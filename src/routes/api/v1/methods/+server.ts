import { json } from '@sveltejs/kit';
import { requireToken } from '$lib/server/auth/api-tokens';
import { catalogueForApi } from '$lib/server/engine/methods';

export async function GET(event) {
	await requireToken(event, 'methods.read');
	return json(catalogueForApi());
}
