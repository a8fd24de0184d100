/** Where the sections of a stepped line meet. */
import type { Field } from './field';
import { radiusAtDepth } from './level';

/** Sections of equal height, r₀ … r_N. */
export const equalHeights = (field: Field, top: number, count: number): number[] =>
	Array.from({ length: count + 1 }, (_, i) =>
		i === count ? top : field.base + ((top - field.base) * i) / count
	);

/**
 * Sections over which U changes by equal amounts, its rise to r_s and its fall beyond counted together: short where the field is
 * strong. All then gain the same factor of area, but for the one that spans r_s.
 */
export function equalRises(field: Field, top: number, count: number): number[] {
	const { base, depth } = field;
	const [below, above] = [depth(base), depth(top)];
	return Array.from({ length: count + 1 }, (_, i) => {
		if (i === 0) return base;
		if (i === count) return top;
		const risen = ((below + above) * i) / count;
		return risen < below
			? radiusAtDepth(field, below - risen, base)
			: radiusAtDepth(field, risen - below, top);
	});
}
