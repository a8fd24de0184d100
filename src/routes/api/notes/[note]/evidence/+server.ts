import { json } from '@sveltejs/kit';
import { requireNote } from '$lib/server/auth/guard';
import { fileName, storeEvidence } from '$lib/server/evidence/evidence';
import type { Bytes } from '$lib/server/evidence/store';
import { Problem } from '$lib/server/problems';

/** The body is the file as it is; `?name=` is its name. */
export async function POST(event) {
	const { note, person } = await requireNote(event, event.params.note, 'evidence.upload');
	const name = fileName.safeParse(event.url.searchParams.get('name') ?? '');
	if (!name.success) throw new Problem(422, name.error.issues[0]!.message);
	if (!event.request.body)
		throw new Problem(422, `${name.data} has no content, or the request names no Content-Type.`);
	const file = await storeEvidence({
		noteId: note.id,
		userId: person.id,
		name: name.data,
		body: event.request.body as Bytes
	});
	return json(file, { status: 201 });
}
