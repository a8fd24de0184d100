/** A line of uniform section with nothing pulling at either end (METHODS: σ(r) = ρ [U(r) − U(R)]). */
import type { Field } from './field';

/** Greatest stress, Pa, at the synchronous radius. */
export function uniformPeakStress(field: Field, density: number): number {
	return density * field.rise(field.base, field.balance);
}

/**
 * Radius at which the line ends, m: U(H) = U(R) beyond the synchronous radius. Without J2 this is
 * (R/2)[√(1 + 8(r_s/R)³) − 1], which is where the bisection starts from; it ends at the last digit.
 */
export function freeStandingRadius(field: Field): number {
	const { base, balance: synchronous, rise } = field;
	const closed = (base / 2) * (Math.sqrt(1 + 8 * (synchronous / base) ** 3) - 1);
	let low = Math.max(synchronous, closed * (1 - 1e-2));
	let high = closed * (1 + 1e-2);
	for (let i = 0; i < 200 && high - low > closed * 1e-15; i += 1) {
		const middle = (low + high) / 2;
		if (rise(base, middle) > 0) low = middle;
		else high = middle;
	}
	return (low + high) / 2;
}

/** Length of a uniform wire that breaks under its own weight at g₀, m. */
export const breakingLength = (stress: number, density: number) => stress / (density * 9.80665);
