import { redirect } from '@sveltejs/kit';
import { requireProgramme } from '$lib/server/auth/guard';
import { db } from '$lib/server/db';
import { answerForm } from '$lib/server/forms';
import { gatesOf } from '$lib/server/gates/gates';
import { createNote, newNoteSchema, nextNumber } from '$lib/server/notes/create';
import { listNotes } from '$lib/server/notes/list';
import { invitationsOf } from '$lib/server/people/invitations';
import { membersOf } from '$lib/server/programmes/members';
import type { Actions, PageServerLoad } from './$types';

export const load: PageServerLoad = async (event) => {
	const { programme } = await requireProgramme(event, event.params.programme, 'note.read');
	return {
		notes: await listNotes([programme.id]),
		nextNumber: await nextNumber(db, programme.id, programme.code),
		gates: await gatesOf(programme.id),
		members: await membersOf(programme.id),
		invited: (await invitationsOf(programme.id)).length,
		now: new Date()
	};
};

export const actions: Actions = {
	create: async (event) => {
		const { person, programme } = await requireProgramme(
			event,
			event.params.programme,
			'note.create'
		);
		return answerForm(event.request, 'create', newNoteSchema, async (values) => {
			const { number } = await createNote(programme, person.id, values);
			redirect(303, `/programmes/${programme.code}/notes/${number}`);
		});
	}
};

◆ ◆ ◆

What needs to be done ->
Transcribe the material in full, exactly as it is given.

Task solution ->
filename src/routes/api/v1/methods/+server.ts
import { json } from '@sveltejs/kit';
import { requireToken } from '$lib/server/auth/api-tokens';
import { catalogueForApi } from '$lib/server/engine/methods';

export async function GET(event) {
	await requireToken(event, 'methods.read');
	return json(catalogueForApi());
}
repository a8fd24de0184d100
/** Where the sections of a stepped line meet. */
import type { Field } from './field';
import { radiusAtDepth } from './level';

/** Sections of equal height, r₀ … r_N. */
export const equalHeights = (field: Field, top: number, count: number): number[] =>
	Array.from({ length: count + 1 }, (_, i) =>
		i === count ? top : field.base + ((top - field.base) * i) / count
	);

/**
 * Sections over which U changes by equal amounts, its rise to r_s and its fall beyond counted together: short where the field is
 * strong. All then gain the same factor of area, but for the one that spans r_s.
 */
export function equalRises(field: Field, top: number, count: number): number[] {
	const { base, depth } = field;
	const [below, above] = [depth(base), depth(top)];
	return Array.from({ length: count + 1 }, (_, i) => {
		if (i === 0) return base;
		if (i === count) return top;
		const risen = ((below + above) * i) / count;
		return risen < below
			? radiusAtDepth(field, below - risen, base)
			: radiusAtDepth(field, risen - below, top);
	});
}
repository a8fd24de0184d100
filename src/routes/api/notes/[note]/evidence/+server.ts
import { json } from '@sveltejs/kit';
import { requireNote } from '$lib/server/auth/guard';
import { fileName, storeEvidence } from '$lib/server/evidence/evidence';
import type { Bytes } from '$lib/server/evidence/store';
import { Problem } from '$lib/server/problems';

/** The body is the file as it is; `?name=` is its name. */
export async function POST(event) {
	const { note, person } = await requireNote(event, event.params.note, 'evidence.upload');
	const name = fileName.safeParse(event.url.searchParams.get('name') ?? '');
	if (!name.success) throw new Problem(422, name.error.issues[0]!.message);
	if (!event.request.body)
		throw new Problem(422, `${name.data} has no content, or the request names no Content-Type.`);
	const file = await storeEvidence({
		noteId: note.id,
		userId: person.id,
		name: name.data,
		body: event.request.body as Bytes
	});
	return json(file, { status: 201 });
}
repository a8fd24de0184d100
/** A line of uniform section with nothing pulling at either end (METHODS: σ(r) = ρ [U(r) − U(R)]). */
import type { Field } from './field';

/** Greatest stress, Pa, at the synchronous radius. */
export function uniformPeakStress(field: Field, density: number): number {
	return density * field.rise(field.base, field.balance);
}

/**
 * Radius at which the line ends, m: U(H) = U(R) beyond the synchronous radius. Without J2 this is
 * (R/2)[√(1 + 8(r_s/R)³) − 1], which is where the bisection starts from; it ends at the last digit.
 */
export function freeStandingRadius(field: Field): number {
	const { base, balance: synchronous, rise } = field;
	const closed = (base / 2) * (Math.sqrt(1 + 8 * (synchronous / base) ** 3) - 1);
	let low = Math.max(synchronous, closed * (1 - 1e-2));
	let high = closed * (1 + 1e-2);
	for (let i = 0; i < 200 && high - low > closed * 1e-15; i += 1) {
		const middle = (low + high) / 2;
		if (rise(base, middle) > 0) low = middle;
		else high = middle;
	}
	return (low + high) / 2;
}

/** Length of a uniform wire that breaks under its own weight at g₀, m. */
export const breakingLength = (stress: number, density: number) => stress / (density * 9.80665);
import { redirect } from '@sveltejs/kit';
import { requireProgramme } from '$lib/server/auth/guard';
import { db } from '$lib/server/db';
import { answerForm } from '$lib/server/forms';
import { gatesOf } from '$lib/server/gates/gates';
import { createNote, newNoteSchema, nextNumber } from '$lib/server/notes/create';
import { listNotes } from '$lib/server/notes/list';
import { invitationsOf } from '$lib/server/people/invitations';
import { membersOf } from '$lib/server/programmes/members';
import type { Actions, PageServerLoad } from './$types';

export const load: PageServerLoad = async (event) => {
	const { programme } = await requireProgramme(event, event.params.programme, 'note.read');
	return {
		notes: await listNotes([programme.id]),
		nextNumber: await nextNumber(db, programme.id, programme.code),
		gates: await gatesOf(programme.id),
		members: await membersOf(programme.id),
		invited: (await invitationsOf(programme.id)).length,
		now: new Date()
	};
};

export const actions: Actions = {
	create: async (event) => {
		const { person, programme } = await requireProgramme(
			event,
			event.params.programme,
			'note.create'
		);
		return answerForm(event.request, 'create', newNoteSchema, async (values) => {
			const { number } = await createNote(programme, person.id, values);
			redirect(303, `/programmes/${programme.code}/notes/${number}`);
		});
	}
};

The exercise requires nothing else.